Friends, I’ve had a serious book hangover ever since I finished In An Absent Dream back in January. This book was one of my most anticipated releases for 2019, and is the fourth installment in Seanan McGuire’s Wayward Children series.
Journey to Another World
I haven’t spoken about any of these books on here yet, because I read them all in rapid fire succession. Once I started, I couldn’t put them down, and I didn’t want anything else distracting me from devouring them. Now, I’d like to take a step back and briefly review the rest of the books in this series because THEY! ARE! AMAZING!
The Wayward Children series is an excellent example of portal fantasies. In these stories, children find doors that take them to a different world where they can be their truest selves and escape whatever reality they are experiencing at home. Many of the children become totally immersed in their new world, and take on whatever role they find themselves in. Others, however, dislike the change, and want nothing more than to go home.
Eventually (usually before an eighteenth birthday), the children (in many cases, now teenagers), are sent back to their original homes. Sometimes it’s because they got in trouble and cannot return, and other times, it’s because they need to make sure they truly want to live in an alternate world rather than the one they were born in. A select few are lucky enough to be allowed to travel between their new world and home world, and they are envied by many.
Returning to their home world is not an easy adjustment, and many parents are shocked to see their children who went missing many years ago. In order to help the children/teenagers adjust, they are sent to Eleanor West’s Home for Wayward Children. At this special boarding school, they are with others who traveled to different worlds. They learn about their experiences, and the experiences of others, as well as typical school subjects.
Every Heart a Doorway
The first book in the series, Every Heart a Doorway, takes place at the school after a new student, Nancy, returns home after spending a number of years in the Halls of the Dead (a sort of underworld). Throughout the story you’re introduced to a number of characters, the worlds they traveled to, and get a sense of what exactly they experienced. However, students begin to be murdered, and the school is on high-alert, trying to solve these violent crimes.
Down Among the Sticks and Bones
The second book, Down Among the Sticks and Bones, focuses on two specific characters—twin sisters Jack and Jill—and what happens to them when they find themselves transported to The Moors. Here, Jill finds herself serving The Master (who may or may not be a vampire—okay, he totally is), and Jack goes off to work with and learn from Dr. Bleak (a doctor along the same vein as Dr. Frankenstein).
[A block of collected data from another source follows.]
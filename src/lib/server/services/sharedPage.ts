// the Shared view's page, rendered once per issued revision and kept run and served from memory:
// an issued revision never changes, so the page of a guest is the same for every guest until a
// new run is kept with it. the link itself is checked, counted and audited on every opening
// (checkShare) before anything is served, so a withdrawn or expired link stops at once.
// the cache is per app instance and bounded (entries and bytes, least recently used goes first).

/** entries kept: a few hundred issued revisions */
export const SHARED_PAGE_ENTRIES = 300;
/** bytes of HTML kept in all (a page with its charts is about 60–150 kB) */
export const SHARED_PAGE_BYTES = 48 * 1024 * 1024;

export interface CachedPage {
  html: string;
  headers: [string, string][];
}

const pages = new Map<string, CachedPage>();
let bytes = 0;

/** the key of a revision's page: the revision and its newest kept run */
export const sharedPageKey = (revisionId: number, newestRunId: number | null) => `${revisionId}:${newestRunId ?? 'none'}`;

/** the page of a key, now the most recently used; undefined when not kept */
export function cachedSharedPage(key: string): CachedPage | undefined {
  const hit = pages.get(key);
  if (hit) {
    pages.delete(key);
    pages.set(key, hit);
  }
  return hit;
}

/** keep a page, letting the least recently used go while over either bound */
export function keepSharedPage(key: string, page: CachedPage): void {
  const size = page.html.length * 2;
  if (size > SHARED_PAGE_BYTES / 4) return;
  const old = pages.get(key);
  if (old) {
    bytes -= old.html.length * 2;
    pages.delete(key);
  }
  pages.set(key, page);
  bytes += size;
  while (pages.size > SHARED_PAGE_ENTRIES || bytes > SHARED_PAGE_BYTES) {
    const [firstKey, first] = pages.entries().next().value!;
    pages.delete(firstKey);
    bytes -= first.html.length * 2;
  }
}

/** how many pages are kept (for tests) */
export const sharedPageCount = () => pages.size;
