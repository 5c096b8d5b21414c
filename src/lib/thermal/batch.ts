// simulateBatch(): many independent models through one call, results in input order, each identical to simulate()
import { simulate } from './simulate.ts';
import type { Model, Result, SimulateOptions } from './types.ts';

/** runs every model and returns their results in input order */
export function simulateBatch(models: readonly Model[], options: SimulateOptions = {}): Result[] {
  return models.map((m) => simulate(m, options));
}
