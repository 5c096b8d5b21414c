// steady state: series resistances (the ISO 6946 method for homogeneous layers) and the steady profile
import type { BoundarySide } from './boundary.ts';
import type { Mesh } from './mesh.ts';
import { assembleConduction } from './operator.ts';
import { factorise, solve, tridiagonal } from './stepper.ts';
import type { Layer, SteadyResult } from './types.ts';

/** R_se + Σ d/λ + R_si and U = 1/R */
export function steadyFigures(layers: readonly Layer[], rse: number, rsi: number): SteadyResult {
  let r = rse + rsi;
  for (const l of layers) r += l.thickness / l.conductivity;
  return { totalResistance: r, uValue: 1 / r };
}

/**
 * the discrete steady profile K T = b for driving temperatures outside/inside (°C), written into out.
 * a prescribed surface takes its driving temperature directly.
 */
export function steadyProfile(
  mesh: Mesh,
  outside: BoundarySide,
  inside: BoundarySide,
  outsideTemperature: number,
  insideTemperature: number,
  out: Float64Array,
): void {
  const n = mesh.cells + 1;
  const k = tridiagonal(n);
  assembleConduction(mesh, outside, inside, k);
  out.fill(0);
  if (outside.prescribed) {
    k.diag[0] = 1;
    k.upper[0] = 0;
    out[0] = outsideTemperature;
  } else out[0] = outside.h * outsideTemperature;
  if (inside.prescribed) {
    k.diag[n - 1] = 1;
    k.lower[n - 1] = 0;
    out[n - 1] = insideTemperature;
  } else out[n - 1] += inside.h * insideTemperature;
  solve(factorise(k), out, out);
}
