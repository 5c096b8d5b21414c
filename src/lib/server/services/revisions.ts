// revisions (immutable saves of the workbench document), the check workflow, comments and runs.
import { and, asc, count, desc, eq, like, or, sql } from 'drizzle-orm';
import { db } from '../db';
import { assemblies, comments, revisionEvents, revisions, runs, users, type RevisionState, type Role } from '../db/schema';
import { can } from '../access';
import { audit } from '../audit';
import type { ListQuery } from '../../schemas/api';
import type { RevisionRow } from '../../schemas/rows';
import type { WorkbenchDocument } from '../../schemas/workbench';
import { likePattern, offsetOf, orderFor, pageOf, type Page } from './list';
import { fail, type Fail } from './teams';

export interface HeadRevision {
  id: number;
  number: number;
  state: RevisionState;
  note: string;
  model: unknown;
  authorId: string | null;
  authorName: string | null;
  createdAt: Date;
}

const revisionColumns = {
  id: revisions.id,
  number: revisions.number,
  state: revisions.state,
  note: revisions.note,
  model: revisions.model,
  authorId: revisions.authorId,
  authorName: users.name,
  createdAt: revisions.createdAt,
};

/** the newest revision of an assembly */
export async function headOf(assemblyId: number): Promise<HeadRevision | null> {
  const rows = await db
    .select(revisionColumns)
    .from(revisions)
    .leftJoin(users, eq(users.id, revisions.authorId))
    .where(eq(revisions.assemblyId, assemblyId))
    .orderBy(desc(revisions.number))
    .limit(1);
  return rows[0] ?? null;
}

export type SaveOutcome =
  | { ok: true; revision: { id: number; number: number; state: RevisionState; createdAt: Date } }
  | { ok: false; stale: true; head: HeadRevision };

/**
 * Save a new revision on top of baseRevisionId. When someone saved after the editor
 * opened its base, nothing is written and the current head comes back (a 409 for the
 * client, which shows what changed and may resend with the head as its base).
 */
export async function saveRevision(assemblyId: number, userId: string, baseRevisionId: number | null, model: WorkbenchDocument, note: string): Promise<SaveOutcome> {
  const result = await db.transaction(async (tx) => {
    // one saver at a time per assembly
    await tx.execute(sql`select id from assemblies where id = ${assemblyId} for update`);
    const heads = await tx
      .select({ id: revisions.id, number: revisions.number })
      .from(revisions)
      .where(eq(revisions.assemblyId, assemblyId))
      .orderBy(desc(revisions.number))
      .limit(1);
    const head = heads[0] ?? null;
    if ((head?.id ?? null) !== baseRevisionId) return { stale: true as const };
    const number = (head?.number ?? 0) + 1;
    const createdAt = new Date();
    const [row] = await tx
      .insert(revisions)
      .values({ assemblyId, number, parentId: head?.id ?? null, model, note, state: 'draft', authorId: userId, createdAt })
      .$returningId();
    await tx.insert(revisionEvents).values({ revisionId: row.id, fromState: null, toState: 'draft', actorId: userId, note: note ? `Saved: ${note}` : 'Saved' });
    await tx.update(assemblies).set({ updatedAt: createdAt }).where(eq(assemblies.id, assemblyId));
    return { stale: false as const, revision: { id: row.id, number, state: 'draft' as const, createdAt } };
  });
  if (!result.stale) return { ok: true, revision: result.revision };
  const head = await headOf(assemblyId);
  return { ok: false, stale: true, head: head! };
}

const runCount = sql<number>`(select count(*) from ${runs} where ${runs.revisionId} = ${revisions.id})`.mapWith(Number);
const commentCount = sql<number>`(select count(*) from ${comments} where ${comments.revisionId} = ${revisions.id})`.mapWith(Number);

export async function listRevisions(assemblyId: number, q: ListQuery): Promise<Page<RevisionRow>> {
  const p = likePattern(q.q);
  const where = and(eq(revisions.assemblyId, assemblyId), q.q ? or(like(revisions.note, p), like(users.name, p), like(revisions.state, p)) : undefined);
  const items = await db
    .select({
      id: revisions.id,
      number: revisions.number,
      state: revisions.state,
      note: revisions.note,
      authorName: users.name,
      createdAt: revisions.createdAt,
      runCount,
      commentCount,
    })
    .from(revisions)
    .leftJoin(users, eq(users.id, revisions.authorId))
    .where(where)
    .orderBy(...orderFor(q.sort, { number: revisions.number, state: revisions.state, createdAt: revisions.createdAt, authorName: users.name }))
    .limit(q.pageSize)
    .offset(offsetOf(q));
  const [{ n }] = await db.select({ n: count() }).from(revisions).leftJoin(users, eq(users.id, revisions.authorId)).where(where);
  return pageOf(items, q, n);
}

export async function getRevision(revisionId: number) {
  const rows = await db
    .select({ ...revisionColumns, assemblyId: revisions.assemblyId, parentId: revisions.parentId })
    .from(revisions)
    .leftJoin(users, eq(users.id, revisions.authorId))
    .where(eq(revisions.id, revisionId))
    .limit(1);
  return rows[0] ?? null;
}

export async function eventsOf(revisionId: number) {
  return db
    .select({
      id: revisionEvents.id,
      fromState: revisionEvents.fromState,
      toState: revisionEvents.toState,
      note: revisionEvents.note,
      actorName: users.name,
      createdAt: revisionEvents.createdAt,
    })
    .from(revisionEvents)
    .leftJoin(users, eq(users.id, revisionEvents.actorId))
    .where(eq(revisionEvents.revisionId, revisionId))
    .orderBy(asc(revisionEvents.createdAt), asc(revisionEvents.id));
}

export async function commentsOf(revisionId: number) {
  return db
    .select({ id: comments.id, body: comments.body, authorName: users.name, authorId: comments.authorId, createdAt: comments.createdAt })
    .from(comments)
    .leftJoin(users, eq(users.id, comments.authorId))
    .where(eq(comments.revisionId, revisionId))
    .orderBy(asc(comments.createdAt), asc(comments.id));
}

export async function addComment(revisionId: number, userId: string, body: string) {
  const createdAt = new Date();
  const [row] = await db.insert(comments).values({ revisionId, authorId: userId, body, createdAt }).$returningId();
  return { id: row.id, createdAt };
}

// --- the check workflow ---

/** a state a move leads to: every state is one (draft, when withdrawn from the check) */
export type Target = RevisionState;

interface Rule {
  from: RevisionState[];
  who: (role: Role) => boolean;
  whoText: string;
  noteRequired?: boolean;
}

/** which moves exist and who may make them */
export const TRANSITIONS: Record<Target, Rule> = {
  in_check: { from: ['draft', 'sent_back'], who: can.edit, whoText: 'an engineer or admin' },
  checked: { from: ['in_check'], who: can.check, whoText: 'a checker or admin' },
  sent_back: { from: ['in_check'], who: can.check, whoText: 'a checker or admin', noteRequired: true },
  issued: { from: ['checked'], who: can.edit, whoText: 'an engineer or admin' },
  // withdraw from check, or pick a sent-back revision up again
  draft: { from: ['in_check', 'sent_back'], who: can.edit, whoText: 'an engineer or admin' },
};

const STATE_TEXT: Record<RevisionState, string> = { draft: 'draft', in_check: 'in check', checked: 'checked', sent_back: 'sent back', issued: 'issued' };
export const stateText = (s: RevisionState) => STATE_TEXT[s];

/** the moves a role may make from a state (for the buttons) */
export function movesFor(state: RevisionState, role: Role): Target[] {
  return (Object.keys(TRANSITIONS) as Target[]).filter((t) => TRANSITIONS[t].from.includes(state) && TRANSITIONS[t].who(role));
}

export async function transition(
  revisionId: number,
  actor: { id: string; role: Role; teamId: number },
  to: Target,
  note: string,
  ip = '',
): Promise<{ ok: true; state: RevisionState; eventId: number } | (Fail & { fields?: Record<string, string> })> {
  const rule = TRANSITIONS[to];
  if (!rule.who(actor.role)) return fail(403, 'forbidden', `Only ${rule.whoText} may move a revision to ${STATE_TEXT[to]}; your role is ${actor.role}.`);
  if (rule.noteRequired && !note) return { ...fail(422, 'invalid', 'Say why the revision goes back: a note is required.'), fields: { note: 'Note is required when sending a revision back' } };
  return db.transaction(async (tx) => {
    await tx.execute(sql`select id from revisions where id = ${revisionId} for update`);
    const rows = await tx.select({ state: revisions.state, number: revisions.number }).from(revisions).where(eq(revisions.id, revisionId)).limit(1);
    const row = rows[0];
    if (!row) return fail(404, 'not_found', 'Not found.');
    if (!rule.from.includes(row.state)) {
      return fail(
        409,
        'bad_transition',
        `Revision ${row.number} is ${STATE_TEXT[row.state]}; it can move to ${STATE_TEXT[to]} only from ${rule.from.map((s) => STATE_TEXT[s]).join(' or ')}.`,
      );
    }
    await tx.update(revisions).set({ state: to }).where(eq(revisions.id, revisionId));
    const [ev] = await tx.insert(revisionEvents).values({ revisionId, fromState: row.state, toState: to, actorId: actor.id, note }).$returningId();
    if (to === 'issued') await audit({ action: 'revision_issued', teamId: actor.teamId, actorId: actor.id, target: `revision:${revisionId}`, ip }, tx);
    return { ok: true as const, state: to as RevisionState, eventId: ev.id };
  });
}

// runs kept with a revision: ./runs.ts
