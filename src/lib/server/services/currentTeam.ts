import { teamsOf, type Member } from '../access';

/** the team a page works in: ?team= when the person belongs to it, else their first team */
export async function currentTeam(userId: string, url: URL): Promise<{ current: Member | null; all: Member[] }> {
  const all = await teamsOf(userId);
  const wanted = Number(url.searchParams.get('team'));
  const current = all.find((m) => m.teamId === wanted) ?? all[0] ?? null;
  return { current, all };
}

const HOME = '/jobs';
// any origin will do: only whether the path stays on it matters
const BASE = new URL('http://wallpulse.invalid');

/**
 * A same-origin path to go to after signing in; anything else becomes /jobs. Only an absolute
 * path is accepted: no scheme, no `//` or `/\` (another host to a browser), and no control
 * characters at all (a browser drops tab, CR and LF, which turns `/<tab>/evil.example` into
 * `//evil.example`; CR and LF would break the Location header). What is left is parsed against
 * a base with the URL API and must keep its origin; the answer is rebuilt from the parsed parts.
 */
export function safeNext(value: string | null | undefined): string {
  if (!value || value.length > 2000) return HOME;
  if (/[\u0000-\u001f\u007f\\]/.test(value)) return HOME;
  if (!value.startsWith('/') || value.startsWith('//')) return HOME;
  let url: URL;
  try {
    url = new URL(value, BASE);
  } catch {
    return HOME;
  }
  if (url.origin !== BASE.origin || url.pathname.startsWith('//')) return HOME;
  return url.pathname + url.search + url.hash;
}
The two girls spend nearly a decade in The Moors, until something goes terribly wrong and find themselves transported back to their childhood home.
Beneath the Sugar Sky
In the third book, Beneath the Sugar Sky, we’re taken back to Eleanor West’s Home for Wayward Children, and meet some new students. Of course, trouble is afoot, and the students find themselves journeying through multiple worlds—their home world, the Halls of the Dead, and Confection—in order to solve a problem involving a time loop. This story provides a mix of old and new characters, and draws on some events in previous books to fuel the plot forward.
In an Absent Dream
The fourth book, In An Absent Dream, provides yet another backstory to a character seen in the first book: Lundy, the school’s therapist, who ages in reverse. This story focuses specifically on Lundy’s childhood, and her travels to and from her home world and the Goblin Market. Lundy is lucky in that she is able to travel between worlds. However, this ultimately becomes her downfall, and readers who remember her from the first book will quickly realize why she has been cursed. This book has been my favorite in the series so far: it is beautifully written, utterly heartbreaking, and will leave you aching for more stories from this series.
If you’re looking for a book that will help you escape reality, pick up one of these. While I read them in publication order, you don’t necessarily need to do so. Each one is written as a standalone novel, and can be enjoyed without any knowledge of the rest. However, as you read through them, you will find connections between each book. And as you learn more, you’ll find yourself diving deeper and deeper into these fantastical worlds that Seanan McGuire has created.
I’ve been raving about the Wayward Children series since I read the first book, and don’t think I’ll be stopping anytime soon. These books are straight up amazing, and I urge you all to give them a read.